Я потянулась за пачкой сигарет, чтобы успокоиться. Валентин этаким ухмыляющимся дьяволом посмотрел на меня и протянул зажигалку. Я не успела взять ее, как он выпустил ее из рук, поэтому зажигалка мягко упала на пушистый ковер. Мне пришлось нагнуться за ней. Подобная оплошность была просто недопустима в данной ситуации! Но, как говорится, и на старуху бывает проруха. Лукьянов тут же воспользовался удобным моментом и грохнул меня сверху тяжелой пепельницей по голове. Ощутив резкую боль, от которой потемнело в глазах и перехватило дыхание, я мешком свалилась на ковер…
Оставив меня, бездыханную, в неудобном положении на полу, Лукьянов обшарил мою сумку, извлек из нее компрометирующую кассету — плод моих нелегких трудов — и выскочил из квартиры. Настенные часы в прихожей проводили гостя укоризненным кратким ударом, ознаменовав половину седьмого.
Киря нервно постукивал крепкими пальцами по столу, каждую минуту посматривая на часы: восемнадцать двадцать, восемнадцать двадцать одна, восемнадцать двадцать две… Когда короткая и длинная стрелки на циферблате его командирских часов соединились в одну, он взволновался не на шутку. Он допускал, что я могла опоздать на пять, максимум — на десять минут. Но прошло целых тринадцать минут, а меня все еще не было. Это уж слишком! Определенно, со мной что-то случилось.
Киря, несколько раздосадованный тем обстоятельством, что лишился ужина, но еще в большей степени встревоженный фактом моего отсутствия, кинулся к телефону. Попытки дозвониться до меня не увенчались успехом, что неудивительно — уже целых четыре минуты я лежала, скрючившись, возле дивана, и не то что телефонный — даже жуткий дверной звонок не смог бы пробиться в мое сознание.
Тогда Кирсанов, наслушавшись вдоволь длинных гудков в ответ и окончательно убедившись в том, что я влипла в очередную заварушку, позвонил своему напарнику Алексею Васильеву, в кругу друзей и коллег именовавшемуся Васей, сел в машину и помчался ко мне, отчаянно скрипя тормозами на поворотах. Впрочем, его старая ржавая машина скрипела даже на скорости в шестьдесят километров в час. Вася, извлеченный из семейного уюта — у него, бедняги, сегодня был законный выходной, — срочно выехал по указанному Кирей адресу. Прибыли они практически одновременно — через семь минут, лихо подняв столбы пыли возле моего подъезда.
Взломав входную дверь — я, кстати, потом не на шутку рассердилась, узрев, что они натворили! — сотрудники ворвались в квартиру, где и обнаружили меня в бессознательном состоянии. Стакан холодной
Ну и боль! Такое ощущение, что голова изнутри набита гудящим звоном, который при малейшем движении или резком звуке отзывался болевыми взрывами. Я, постанывая, прилегла на диван. В глазах постепенно светлело. Второй стакан воды, который Вася притащил из кухни, уже не понадобилось выливать мне на голову, и я, дабы старания заботливых мужчин не прошли даром, сделала несколько глотков.
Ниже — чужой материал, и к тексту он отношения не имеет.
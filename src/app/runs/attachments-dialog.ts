import { DatePipe } from '@angular/common';
import { HttpEventType } from '@angular/common/http';
import { ChangeDetectionStrategy, Component, inject, signal } from '@angular/core';
import { rxResource } from '@angular/core/rxjs-interop';
import { FormControl, ReactiveFormsModule } from '@angular/forms';
import { MatButtonModule } from '@angular/material/button';
import { MAT_DIALOG_DATA, MatDialog, MatDialogModule } from '@angular/material/dialog';
import { MatFormFieldModule } from '@angular/material/form-field';
import { MatIconModule } from '@angular/material/icon';
import { MatProgressBarModule } from '@angular/material/progress-bar';
import { MatSelectModule } from '@angular/material/select';
import { MatTooltipModule } from '@angular/material/tooltip';
import { ApiError } from '../core/api-error';
import { ReasonDialog, type ReasonDialogData } from '../studies/reason-dialog';
import { StudyApi } from '../studies/study-api';
import type { Attachment, Run } from '../studies/study-types';
import { fileSize } from './file-size';

export interface AttachmentsDialogData {
  studyId: number;
  run: Run;
  canEdit: boolean;
}

const KINDS = [
  { value: 'fe-output', label: 'FE output' },
  { value: 'dic-export', label: 'Image-correlation export' },
  { value: 'photo', label: 'Photo' },
  { value: 'raw', label: 'Raw test data' },
  { value: 'other', label: 'Other' },
];

/** Files of one run: upload with progress, list with checksums, download, delete with a reason. */
@Component({
  selector: 'sm-attachments-dialog',
  changeDetection: ChangeDetectionStrategy.OnPush,
  imports: [DatePipe, ReactiveFormsModule, MatButtonModule, MatDialogModule, MatFormFieldModule, MatIconModule, MatProgressBarModule, MatSelectModule, MatTooltipModule],
  templateUrl: './attachments-dialog.html',
  styleUrl: './attachments-dialog.scss',
})
export class AttachmentsDialog {
  protected readonly data = inject<AttachmentsDialogData>(MAT_DIALOG_DATA);
  private readonly api = inject(StudyApi);
  private readonly dialog = inject(MatDialog);
  protected readonly kinds = KINDS;
  protected readonly kind = new FormControl('raw', { nonNullable: true });
  protected readonly progress = signal<number | null>(null);
  protected readonly error = signal<string | null>(null);
  protected readonly size = fileSize;
  protected readonly list = rxResource({
    params: () => ({ id: this.data.studyId, runId: this.data.run.id }),
    stream: ({ params }) => this.api.attachments(params.id, params.runId),
  });

  protected files(): Attachment[] {
    return this.list.hasValue() ? this.list.value() : [];
  }

  protected url(a: Attachment): string {
    return this.api.attachmentUrl(this.data.studyId, a.id);
  }

  protected upload(input: HTMLInputElement): void {
    const file = input.files?.[0];
    if (!file) return;
    this.error.set(null);
    this.progress.set(0);
    this.api.uploadAttachment(this.data.studyId, this.data.run.id, file, this.kind.value).subscribe({
      next: (event) => {
        if (event.type === HttpEventType.UploadProgress) this.progress.set(event.total ? Math.round((100 * event.loaded) / event.total) : 0);
        if (event.type === HttpEventType.Response) {
          this.progress.set(null);
          input.value = '';
          this.list.reload();
        }
      },
      error: (e: unknown) => {
        this.progress.set(null);
        input.value = '';
        this.error.set(e instanceof ApiError ? e.message : 'The upload failed.');
      },
    });
  }

  protected remove(a: Attachment): void {
    const data: ReasonDialogData = {
      title: `Delete ${a.fileName}`,
      message: 'The file is removed from the server; its name, checksum and your reason stay in the record.',
      action: 'Delete file',
      destructive: true,
      required: true,
    };
    this.dialog
      .open<ReasonDialog, ReasonDialogData, string>(ReasonDialog, { data, width: '480px' })
      .afterClosed()
      .subscribe((reason) => {
        if (!reason) return;
        this.api.deleteAttachment(this.data.studyId, a.id, reason).subscribe({
          next: () => this.list.reload(),
          error: (e: unknown) => this.error.set(e instanceof ApiError ? e.message : 'The file could not be deleted.'),
        });
      });
  }
}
— Ну как, оклемалась? — сочувственно поинтересовался Киря. Но ждать, пока я вымолвлю ответ, не пожелал. — Как это тебя угораздило, старушка? Ты же у нас — птица стреляная, опытная, а тут на собственной территории позволила так немилосердно с собой поступить! Рассказывай, кто так немилосердно с тобой обошелся?
Я протянула руку в сторону стола, не в состоянии сказать что-либо. Но Киря знал меня не первый день, так что в некоторых случаях облекать мысль в традиционную словесную форму и не требовалось — достаточно было полунамека.
— Что тебе подать? — спросил он, сделав шаг к столу и осматривая предметы, беспорядочно разбросанные по его поверхности. — Носовой платок? Ручку и бумагу? Фотоальбом?
На последнем слове я издала жалобный звук. Киря понял и, бесцеремонно плюхнувшись на диван рядом со мной, положил толстый альбом мне на колени. Я открыла одну из последних страниц и ткнула пальцем в фотографию, на которой крупным планом была запечатлена сцена из какого-то спектакля, где Лукьянов играл вместе с Анной.
— Ага, ясненько-понятненько, — сказал Кирсанов. — Методом исключения полагаю, что твоей жизни угрожал вот этот красавчик. Новый хахаль? Ну-ну, прости, не хотел тебя обидеть. Конечно же, это подозреваемый в убийстве. Я прав? Нет?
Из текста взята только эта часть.